Normal şartlarda beta amiloidi APOE isimli bir proteinin temizleyebildiği biliniyordu. Öyle ki APOE geninde mutasyonu olan bireylerde Alzheimer ihtimali normalden daha yüksek oluyor. Araştırmacılar da APOE’yi aktive eden bir kanser ilacınının protein kümelenmesine iyi gelebileceğini tahmin ettiler.

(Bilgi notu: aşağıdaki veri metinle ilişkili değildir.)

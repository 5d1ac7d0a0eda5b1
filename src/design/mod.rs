//! The chain: runs the stages in order and keeps each stage's value until its own input changes.

pub mod values;

pub use values::Design;
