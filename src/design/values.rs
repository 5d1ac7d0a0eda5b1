//! The whole design as plain values. No algorithm lives here.

use std::sync::Arc;

use crate::base::{Code, Column, Finding, Level, Row};
use crate::codes::values::Coded;
use crate::gates::values::Cost;
use crate::logic::values::Equations;
use crate::merge::values::Merged;
use crate::project::choices::{Form, Method, Shape};
use crate::proof::values::{Proof, Races};
use crate::spec::values::Spec;

/// Everything that was derived from a project. A stage that could not run is `None`; the findings say why.
#[derive(Debug, Clone, Default)]
pub struct Design {
    /// All findings, in the order of the stages.
    pub findings: Vec<Finding>,
    /// The checked specification.
    pub spec: Option<Arc<Spec>>,
    /// Merging.
    pub merged: Option<Arc<Merged>>,
    /// Codes.
    pub coded: Option<Arc<Coded>>,
    /// What the race check says of the codes.
    pub races: Option<Arc<Races>>,
    /// Equations.
    pub equations: Option<Arc<Equations>>,
    /// Cost of the equations in gates.
    pub cost: Option<Cost>,
    /// The proof.
    pub proof: Option<Arc<Proof>>,
}

impl Design {
    /// Whether there is a finding of level error.
    pub fn has_error(&self) -> bool {
        self.findings.iter().any(|f| f.level == Level::Error)
    }

    /// Whether everything was derived without an error or a clash and the proof holds: exit code 0 of `derive`.
    pub fn proved(&self) -> bool {
        !self.has_error()
            && self.races.as_ref().is_some_and(|r| r.critical.is_empty())
            && self.equations.as_ref().is_some_and(|e| e.clashes.is_empty())
            && self.proof.as_ref().is_some_and(|p| p.holds())
    }
}

/// A design of the same project with other choices, for comparing.
#[derive(Debug, Clone)]
pub struct Alternative {
    /// The assignment method.
    pub method: Method,
    /// Form of the excitation.
    pub form: Form,
    /// Shape of every function.
    pub shape: Shape,
    /// What came of it.
    pub design: Design,
}

/// Something that can be selected, in any view.
#[derive(Debug, Clone, Copy, PartialEq, Eq, PartialOrd, Ord, Hash)]
pub enum Pick {
    /// A row of the primitive table.
    Row(Row),
    /// A cell of the primitive table.
    Cell(Row, Column),
    /// Two rows: a square of the implication table, a line of the merger diagram.
    Pair(Row, Row),
    /// A maximal compatible, by index.
    Compatible(usize),
    /// A row of the reduced table.
    Merged(Row),
    /// A cell of the reduced table.
    MergedCell(Row, Column),
    /// A code.
    Code(Code),
    /// An entry of the encoded table.
    Entry(Code, Column),
    /// A function, by index.
    Function(usize),
    /// A product of a function.
    Product(usize, usize),
    /// A point of a Karnaugh map: function and value of its variables.
    Point(usize, u32),
    /// A move of the reduced table, by index.
    Move(usize),
}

Bunu test etmek için beyninde Alzheimer’e benzer protein kümeleri biriktiren genetiği değiştirilmiş fare kullanıldı. APOE’yi etkinleştiren targretin (bexarotene) isimli ilaç sayesinde fare beyninde biriken çözünülebilir beta amiloid plaklar %50 oranında azaldı. Dahası ilaç sayesinde fareler, zamanla kaybettikleri hafıza ve sosyal davranış yeteneklerini önemli oranda geri kazanabildiler.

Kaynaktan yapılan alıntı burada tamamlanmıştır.